Multibody-Enabled Lysosome-Targeting Drug Conjugates for Target Protein Degradation and Combination Therapy

Current lysosome-targeting chimeras (LYTACs) and antibody-drug conjugates (ADCs) face inherent limitations, including reliance on monospecific binders and target-dependent internalization efficiency. Here, we report a versatile therapeutic platform that overcomes these constraints by engineering a novel class of multivalent, multispecific binding proteins, termed Multibodies . Using the fungal immunomodulatory protein LZ-8 as a scaffold, we developed a lysosome-targeting chimera-drug conjugates (LYTAC-DCs) system capable of mediating the degradation of multiple membrane proteins while enabling site-specific drug release.
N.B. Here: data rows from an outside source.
// Bounded waits: a pause nobody resolves (a programmable load that stopped answering, a meter
// whose replies never parse, a link that keeps dropping and coming back) ends a headless sweep
// after SweepOptions::giveUpAfterMs, with the reason recorded and the load switched off where it
// can be (said loudly where it cannot); with no limit (the window) the sweep keeps waiting and
// says how long. Reproducers: `sagline-cli run` printed "PAUSED: could not set the load" and
// waited 150 s until interrupted; a meter that closes after *IDN? made it loop "link lost ...
// restored" for ever.
#include "OperatorSweep.h"

#include "ScpiLink.h"
#include "SessionStore.h"
#include "SimEndpoints.h"

#include <QProcess>
#include <QTcpServer>
#include <QTcpSocket>
#include <QTemporaryDir>

using namespace sagline;
using namespace sagline::test;

namespace {

void giveUpAfterAMinute(SweepOptions &options)
{
    options.giveUpAfterMs = 60000;
}

bool noted(const MemorySink &sink, const QString &text)
{
    return std::any_of(sink.events.begin(), sink.events.end(), [&](const QString &e) { return e.contains(text); });
}

// A programmable load that answers while it is connected (*IDN?, the error queue) and then
// never again: the load whose replies stopped mid-sweep.
class SilentLoad {
public:
    SilentLoad()
    {
        QObject::connect(&m_server, &QTcpServer::newConnection, [this] {
            while (QTcpSocket *socket = m_server.nextPendingConnection()) {
                QObject::connect(socket, &QTcpSocket::readyRead, socket, [this, socket] {
                    while (socket->canReadLine()) {
                        const QByteArray line = socket->readLine().trimmed();
                        ++lines;
                        if (m_silent)
                            continue;
                        if (line == "*IDN?")
                            socket->write("Test Maker,Electronic load EL-9,TL-0001,1.0\n");
                        else if (line.startsWith("SYST"))
                            socket->write("+0,\"No error\"\n");
                        else
                            m_silent = true; // the first real command: it answers nothing from now on
                    }
                });
            }
        });
        EXPECT_TRUE(m_server.listen(QHostAddress::LocalHost, 0));
    }
    quint16 port() const { return m_server.serverPort(); }
    int lines = 0;

private:
    QTcpServer m_server;
    bool m_silent = false;
};

} // namespace

TEST(GiveUp, AProgrammableLoadThatStopsAnsweringEndsTheSweepAndIsReported)
{
    OperatorSweep sweep(LoadKind::Programmable, giveUpAfterAMinute);
    for (ScpiInstrument *instrument : sweep.rig->instruments())
        instrument->link()->setTimeoutMs(100);
    std::optional<std::pair<bool, QString>> switchedOff;
    QObject::connect(sweep.controller.get(), &SweepController::loadSwitchedOff,
                     [&](bool ok, const QString &error) { switchedOff = {ok, error}; });
    sweep.bench->loadInstrument()->injectFault(SimFault::Drop, 1000000); // from now on, no reply
    ASSERT_TRUE(sweep.runUntil([&] { return sweep.outcome.has_value() && switchedOff.has_value(); }, 20000))
        << toString(sweep.controller->state()).toStdString();
    EXPECT_EQ(*sweep.outcome, SweepOutcome::GaveUp);
    EXPECT_TRUE(sweep.recorded.empty());
    EXPECT_TRUE(noted(sweep.sink, QStringLiteral("gave up at step 0 after waiting 60 s"))) << sweep.sink.events.join('\n').toStdString();
    // It could not be switched off either: the caller is told so, to tell the operator.
    EXPECT_FALSE(switchedOff->first);
}

TEST(GiveUp, AMeterWhoseRepliesNeverParseEndsTheSweep)
{
    OperatorSweep sweep(LoadKind::Operator, giveUpAfterAMinute);
    SimFaultRates garbage;
    garbage.garbage = 1.0;
    sweep.bench->voltmeter()->setFaultRates(garbage);
    for (ScpiInstrument *instrument : sweep.rig->instruments())
        instrument->link()->setTimeoutMs(100);
    ASSERT_TRUE(sweep.runUntil([&] { return sweep.outcome.has_value(); }, 20000))
        << toString(sweep.controller->state()).toStdString() << ": " << sweep.controller->pauseReason().toStdString();
    EXPECT_EQ(*sweep.outcome, SweepOutcome::GaveUp);
    EXPECT_TRUE(noted(sweep.sink, QStringLiteral("gave up at step 0"))) << sweep.sink.events.join('\n').toStdString();
}

TEST(GiveUp, ALinkThatKeepsComingBackCountsAsLost)
{
    // No give-up here: the vanishing link's wall-time timers would let the simulated clock run
    // ahead to it; what matters is that the sweep stops resuming, then waits for someone.
    OperatorSweep sweep(LoadKind::Operator);
    // The meter drops its link again each time it has come back (as one that closes after *IDN?):
    // as soon as step 2 starts again, before its (simulated) dwell is over.
    int drops = 0;
    bool flapping = true;
    QObject::connect(sweep.controller.get(), &SweepController::stepStarted, [&](int step, const QString &text) {
        if (flapping && step == 2 && text.startsWith(QStringLiteral("link restored")) && drops < 20) {
            ++drops;
            QTimer::singleShot(0, sweep.bench.get(), [&] { sweep.bench->voltmeter()->vanish(30); });
        }
    });
    sweep.onceAfterConfirming(2, [&] { sweep.bench->voltmeter()->vanish(30); });
    const auto countedAsLost = [&] {
        return sweep.controller->pauseReason().contains(QStringLiteral("counted as lost"));
    };
    ASSERT_TRUE(sweep.runUntil(countedAsLost, 20000))
        << toString(sweep.controller->state()).toStdString() << ": " << sweep.controller->pauseReason().toStdString();
    EXPECT_TRUE(noted(sweep.sink, QStringLiteral("step 2: the link dropped and came back 4 times; counted as lost")))
        << sweep.sink.events.join('\n').toStdString();
    flapping = false;
    waitUntil([] { return false; }, 300);
    EXPECT_EQ(sweep.controller->state(), SweepState::Paused);
    // Lost four times, restarted after three returns; the fourth return is not resumed.
    EXPECT_EQ(drops, 3) << "the sweep kept resuming on a link that keeps dropping";
    EXPECT_EQ(sweep.recorded.size(), 2u); // steps 0 and 1; step 2 never read
    // Someone checks the cable and resumes: the step's load is confirmed again and the sweep ends.
    ASSERT_TRUE(waitUntil([&] { return sweep.rig->isReady(); }));
    sweep.controller->resume();
    EXPECT_TRUE(sweep.completesEveryStepInOrder());
}

TEST(GiveUp, WithoutALimitTheSweepWaitsAndSaysHowLong)
{
    // The window's way: its operator decides; the time waited is there to be shown.
    OperatorSweep sweep(LoadKind::Programmable);
    for (ScpiInstrument *instrument : sweep.rig->instruments())
        instrument->link()->setTimeoutMs(100);
    sweep.bench->loadInstrument()->injectFault(SimFault::Drop, 1000000);
    ASSERT_TRUE(sweep.runUntil([&] { return sweep.controller->state() == SweepState::Paused; }, 20000));
    EXPECT_GE(sweep.controller->pausedForMs(), 0);
    sweep.clock.setAutoAdvance(false);
    const std::int64_t before = sweep.controller->pausedForMs();
    sweep.clock.advance(600000);
    waitUntil([] { return false; }, 200);
    EXPECT_EQ(sweep.controller->state(), SweepState::Paused);
    EXPECT_FALSE(sweep.outcome.has_value());
    EXPECT_GE(sweep.controller->pausedForMs() - before, 600000);
    sweep.controller->stop();
    EXPECT_EQ(sweep.controller->pausedForMs(), -1);
}

TEST(GiveUp, TheCliExitsFourSwitchesTheLoadOffOrSaysLoudlyItCouldNot)
{
    // Real meters over loopback TCP and a load that stops answering after connecting; the run
    // gives up after 1 s of wall time instead of waiting for ever.
    VirtualClock clock(0);
    const Plan plan = planFor(demoSetup());
    VirtualBench bench(virtualBenchOptionsFor(demoSetup(), plan, 3), &clock);
    TcpEndpoint voltmeter(bench.voltmeter()), ammeter(bench.ammeter());
    QString error;
    ASSERT_TRUE(voltmeter.start(0, &error) && ammeter.start(0, &error)) << error.toStdString();
    SilentLoad load;
    QTemporaryDir dir;
    const QString session = dir.path() + QStringLiteral("/gave-up.sagline");
    QProcess cli;
    cli.start(QStringLiteral(SAGLINE_CLI_PATH),
              {QStringLiteral("run"), QStringLiteral(SAGLINE_SOURCE_DIR "/resources/demo-setup.json"), QStringLiteral("--voltmeter"),
               QStringLiteral("tcp:127.0.0.1:%1").arg(voltmeter.port()), QStringLiteral("--ammeter"),
               QStringLiteral("tcp:127.0.0.1:%1").arg(ammeter.port()), QStringLiteral("--load"),
               QStringLiteral("tcp:127.0.0.1:%1").arg(load.port()), QStringLiteral("--timeout-ms"), QStringLiteral("200"),
               QStringLiteral("--give-up-after"), QStringLiteral("1"), QStringLiteral("-o"), session});
    cli.closeWriteChannel();
    // Several load timeouts, the give-up second and the switch-off attempt; generous for a loaded machine.
    ASSERT_TRUE(waitUntil([&] { return cli.state() == QProcess::NotRunning; }, 30000)) << "the run is still waiting";
    const QString err = QString::fromUtf8(cli.readAllStandardError());
    EXPECT_EQ(cli.exitCode(), 4) << err.toStdString();
    EXPECT_TRUE(err.contains(QStringLiteral("gives up after 1 s unless resolved"))) << err.toStdString();
    EXPECT_TRUE(err.contains(QStringLiteral("sweep gave up waiting"))) << err.toStdString();
    EXPECT_TRUE(err.contains(QStringLiteral("SWITCH THE LOAD OFF BY HAND NOW"))) << err.toStdString();
    EXPECT_GT(load.lines, 2);
    // The stop and its reason are in the session.
    auto stored = SessionStore::openForReview(session.toStdString());
    ASSERT_TRUE(stored.ok()) << stored.message;
    bool recorded = false;
    for (const NoteRecord &note : stored.value->notes().value)
        recorded = recorded || note.text.find("gave up at step 0 after waiting 1 s") != std::string::npos;
    EXPECT_TRUE(recorded);
}

TEST(GiveUp, TheCliRefusesAGiveUpTimeOutOfRange)
{
    for (const char *bad : {"0", "-1", "1e300", "soon"}) {
        QProcess cli;
        cli.start(QStringLiteral(SAGLINE_CLI_PATH), {QStringLiteral("run"), QStringLiteral(SAGLINE_SOURCE_DIR "/resources/demo-setup.json"),
                                                     QStringLiteral("--sim"), QStringLiteral("-o"), QStringLiteral("/nonexistent/x.sagline"),
                                                     QStringLiteral("--give-up-after"), QString::fromLatin1(bad)});
        ASSERT_TRUE(cli.waitForFinished(10000));
        EXPECT_EQ(cli.exitCode(), 2) << bad;
        EXPECT_TRUE(QString::fromUtf8(cli.readAllStandardError()).contains(QStringLiteral("--give-up-after"))) << bad;
    }
}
While wild-type LZ-8 demonstrated potent lysosomal targeting, it induced significant off-target toxicity and lysosomal dysfunction. Through rational protein engineering, we identified a key residue (Y84) responsible for promiscuous receptor binding and generated an optimized variant, LZ-8-2.3 (Y84A), which eliminated toxicity while preserving efficient lysosomal trafficking. The resulting LYTAC-DC platform mediated high-fidelity degradation of EGFR, PD-L1, and HER2 across diverse cancer models, concurrently delivering cytotoxic (e.g., MMAE) or immunogenic (e.g., doxorubicin) payloads. Efficacy was validated in patient-derived organoids and murine xenografts, including against osimertinib-resistant lung cancer. Furthermore, AI-assisted directed evolution enabled the development of non-chimeric lysosome-targeting drug conjugates (LYTA-DCs), highlighting the modularity and engineerability of the Multibody scaffold. Our work establishes a unified and programmable strategy for targeted protein degradation and drug delivery, significantly expanding the therapeutic landscape beyond conventional LYTAC and ADC technologies.